The Patriots practiced four times this week to get ready for Monday's game against the Chiefs, and they held a walkthrough Sunday. They'll stay in the team hotel Sunday night, conduct a meeting (and potential walkthrough) Monday morning and then retreat for a few hours before returning to Gillette Stadium for the prime-time affair under the lights.
Some players go home, while others stay at the hotel, and they admit it can be tricky to handle those final hours before fully immersing themselves into game mode at the stadium.
"I think you still get a little bit anxious, especially for prime-time games like this, wanting to go out there and play well and do some good things," wide receiver Wes Welker said. "It was probably easier when I was younger because the days do get long. You're just kind of waiting there and getting ready for it."
There are a million ways to pass the time, whether it's by watching television, playing video games or taking a nap. But the most common response from the Patriots was to keep going through the playbook.
"I stay in my hotel room because I know I'm staying at this hotel for a reason," defensive lineman Ron Brace said. "It's to get ready for the people we're about to play. If I'm sitting at that hotel just lackadaisical, then I'm just wasting my time. So I try to read up on whatever notes we have, go over anything from the meeting, or if we had a walkthrough, just think about what we did or what I could do better, or watch a little bit of film. There's always something you can pick up on somebody, maybe a key or something at the end, right before the game. Maybe you can pick up something that might be a game changer."
The important thing is staying even-keeled throughout the day. The players don't want to get too anxious or expend any unnecessary energy, even if it's only mental, before the game.
At this point in the season, the Patriots have gotten used to the later starts — they've only had one kickoff at 1 p.m. so far — and this is their second game on Monday Night Football. And as defensive lineman Gerard Warren put it, he's been playing in prime time for years.

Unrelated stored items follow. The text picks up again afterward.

//! Turning an analysis into the Report: the one place that reads model
//! types on the output side.

use super::*;
use crate::analysis::Analysis;
use crate::model::{Model, Special};
use crate::project::Note;
use crate::slug::unique_slugs;

/// The standing caution printed on every report.
pub const CAUTION: &str = "ΔG values here are estimates and carry uncertainty (σ is shown beside each). \
A flagged contradiction or marginal step is a prompt for expert review against measurements and the literature, \
not a verdict on the biology.";

pub use crate::finding::sort_findings;

/// The report from the analysed data, the findings of the checks, the
/// catalogue of checks that ran (their `findings` counts are filled in here)
/// and the project's notes. It reads results only: nothing here runs an
/// analysis or a check (`pipeline` does, before).
pub fn build(
    analysis: &Analysis,
    findings: Vec<Finding>,
    checks: Vec<CheckInfo>,
    notes: &[Note],
) -> Report {
    let model = analysis.model;
    let settings = analysis.settings;
    let mut by_kind: BTreeMap<String, usize> = BTreeMap::new();
    for f in &findings {
        *by_kind.entry(f.kind.clone()).or_default() += 1;
    }
    let count = |s: Severity| findings.iter().filter(|f| f.severity == s).count();
    let summary = Summary {
        reactions: model.reactions.len(),
        internal_reactions: (0..model.reactions.len())
            .filter(|&j| analysis.is_thermodynamic(j))
            .count(),
        metabolites: model.metabolites.len(),
        compartments: model.compartments.len(),
        scenarios: model.scenarios.len(),
        errors: count(Severity::Error),
        warnings: count(Severity::Warning),
        notes: count(Severity::Note),
        reactions_with_energy: analysis
            .reaction_thermo
            .iter()
            .filter(|t| t.is_ok())
            .count(),
        metabolites_with_energy: analysis
            .metabolites
            .iter()
            .filter(|m| m.energy.is_some())
            .count(),
        by_kind,
        checks: checks
            .into_iter()
            .map(|c| CheckInfo {
                findings: findings
                    .iter()
                    .filter(|f| c.kinds.contains(&f.kind))
                    .count(),
                ..c
            })
            .collect(),
    };
    let mut report = Report {
        schema_version: REPORT_SCHEMA_VERSION,
        tool: ToolInfo {
            name: "gibbsite".into(),
            version: env!("CARGO_PKG_VERSION").into(),
            generated: generated_timestamp(),
        },
        project: ProjectInfo {
            title: settings.title.clone(),
            model_id: model.id.clone(),
            model_title: model.title.clone(),
            temperature_k: model.temperature_k,
            confidence: settings.confidence,
            sigma_multiplier: analysis.sigma_multiplier,
            min_driving_force_kj: settings.min_driving_force_kj,
            default_concentration_m: RangeView {
                min: settings.default_concentration.min,
                max: settings.default_concentration.max,
            },
            caution: CAUTION.into(),
            map_side: settings.map_side.clone(),
            map_main: settings.map_main.clone(),
        },
        summary,
        findings,
        compartments: model
            .compartments
            .iter()
            .enumerate()
            .map(|(c, x)| CompartmentView {
                id: x.id.clone(),
                name: x.name.clone(),
                ph: x.ph,
                ionic_strength_m: x.ionic_strength_m,
                potential_mv: x.potential_mv,
                temperature_k: model.compartment_temperature(c),
                pmg: x.pmg,
                conditions_stated: !settings.unset_conditions.contains(&c),
                conditions_source: settings.condition_sources.get(&c).cloned(),
            })
            .collect(),
        metabolites: metabolite_views(model, analysis),
        reactions: reaction_views(model, analysis),
        scenarios: scenario_views(model, analysis),
        notes: notes
            .iter()
            .map(|n| NoteView {
                slug: n.slug.clone(),
                title: n.title.clone(),
                markdown: n.markdown.clone(),
            })
            .collect(),
        loops: loops_view(model, analysis),
        joint_scenarios: super::scenario_build::joint_views(
            model,
            analysis,
            &super::scenario_build::Slugs {
                reactions: &unique_slugs(model.reactions.iter().map(|r| r.id.as_str())),
                metabolites: &metabolite_slugs(model),
            },
        ),
        coverage: Some(super::coverage::coverage(analysis)),
        headline: None,
        root_causes: Vec::new(),
    };
    report.headline = Some(super::headline::headline(&report));
    report.root_causes = super::root_causes::root_causes(&report);
    report
}

/// SOURCE_DATE_EPOCH as seconds: `Ok(None)` when unset or empty, an error
/// naming the value when it is not a whole number of seconds between 1970
/// and 9999 (a malformed value must not silently become "now").
pub fn source_date_epoch() -> Result<Option<i64>, String> {
    let Some(raw) = std::env::var_os("SOURCE_DATE_EPOCH") else {
        return Ok(None);
    };
    let text = raw.to_string_lossy();
    if text.trim().is_empty() {
        return Ok(None);
    }
    text.trim()
        .parse::<i64>()
        .ok()
        .filter(|s| (0..=253_402_300_799).contains(s))
        .map(Some)
        .ok_or_else(|| {
            format!(
                "SOURCE_DATE_EPOCH must be a whole number of seconds since 1970-01-01 UTC, found `{text}`"
            )
        })
}

/// RFC 3339 UTC time of the run; SOURCE_DATE_EPOCH (seconds) makes it fixed
/// for reproducible builds.
pub(crate) fn generated_timestamp() -> String {
    let secs = source_date_epoch().ok().flatten().unwrap_or_else(|| {
        std::time::SystemTime::now()
            .duration_since(std::time::UNIX_EPOCH)
            .map(|d| d.as_secs() as i64)
            .unwrap_or(0)
    });
    time::OffsetDateTime::from_unix_timestamp(secs)
        .ok()
        .and_then(|t| {
            t.format(&time::format_description::well_known::Rfc3339)
                .ok()
        })
        .unwrap_or_else(|| "1970-01-01T00:00:00Z".into())
}

fn metabolite_views(model: &Model, analysis: &Analysis) -> Vec<MetaboliteView> {
    let slugs = metabolite_slugs(model);
    model
        .metabolites
        .iter()
        .enumerate()
        .map(|(i, m)| {
            let (consumers, producers) = analysis.network.consumers_and_producers(i);
            let ids = |v: Vec<usize>| {
                v.into_iter()
                    .map(|j| model.reactions[j].id.clone())
                    .collect()
            };
            let thermo = &analysis.metabolites[i];
            let energy = thermo.energy.as_ref();
            let range = analysis.concentration(i);
            MetaboliteView {
                id: m.id.clone(),
                slug: slugs[i].clone(),
                name: m.name.clone(),
                compartment: model.compartments[m.compartment].id.clone(),
                formula: m.formula.clone(),
                charge: m.charge,
                dfg_prime: energy.map(|e| EnergyView {
                    value_kj: e.value_kj,
                    sigma_kj: e.sigma_kj,
                    source: e.source.clone(),
                }),
                energy_origin: energy.map(|e| e.origin.to_string()),
                concentration_m: RangeView {
                    min: range.min,
                    max: range.max,
                },
                concentration_is_default: m.concentration.is_none(),
                measured_m: m.measured_m,
                special: match m.special {
                    Special::None => String::new(),
                    Special::Proton => "proton".into(),
                    Special::Water => "water".into(),
                },
                xrefs: m.xrefs.clone(),
                consumed_by: ids(consumers),
                produced_by: ids(producers),
                library_key: thermo.library_key.clone(),
                energy_problem: thermo.problem.clone(),
                species: thermo.species.as_ref().map(species_view),
            }
        })
        .collect()
}

/// `2 a + b -> c` with the arrow the bounds imply.
pub fn equation_text(model: &Model, j: usize) -> String {
    let r = &model.reactions[j];
    let terms: Vec<(f64, &str)> = r
        .stoichiometry
        .iter()
        .map(|&(i, c)| (c, model.metabolites[i].id.as_str()))
        .collect();
    equation_from_terms(&terms, r.allows_forward(), r.allows_backward())
}

/// `2 a + b -> c` from (coefficient, metabolite id) in their order, with
/// the arrow of the allowed directions; `report.json`'s reader rebuilds
/// the same text through it.
pub(crate) fn equation_from_terms(terms: &[(f64, &str)], forward: bool, backward: bool) -> String {
    let side = |sign: f64| {
        terms
            .iter()
            .filter(|(c, _)| c.signum() == sign)
            .map(|&(c, id)| {
                if c.abs() == 1.0 {
                    id.to_string()
                } else {
                    format!("{} {id}", c.abs())
                }
            })
            .collect::<Vec<_>>()
            .join(" + ")
    };
    let arrow = match (forward, backward) {
        (true, true) => "<->",
        (false, true) => "<-",
        _ => "->",
    };
    format!("{} {arrow} {}", side(-1.0), side(1.0))
        .trim()
        .to_string()
}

"I grew up playing big-time college football — night games come at the University of Florida," Warren said. "That's what we did during the day to keep ourselves occupied — continue to study the opponent."
Plus, there's nothing the players can do to change the time of kickoff, and they know the reason why they're on national television is because the world wants to watch them. They might as well prepare appropriately.
"We've got to make sure we're ready regardless of whatever time we're playing, whether it be 7 in the morning or 8 at night," running back Danny Woodhead said. "We've got to make sure we're prepared and use that time for preparation."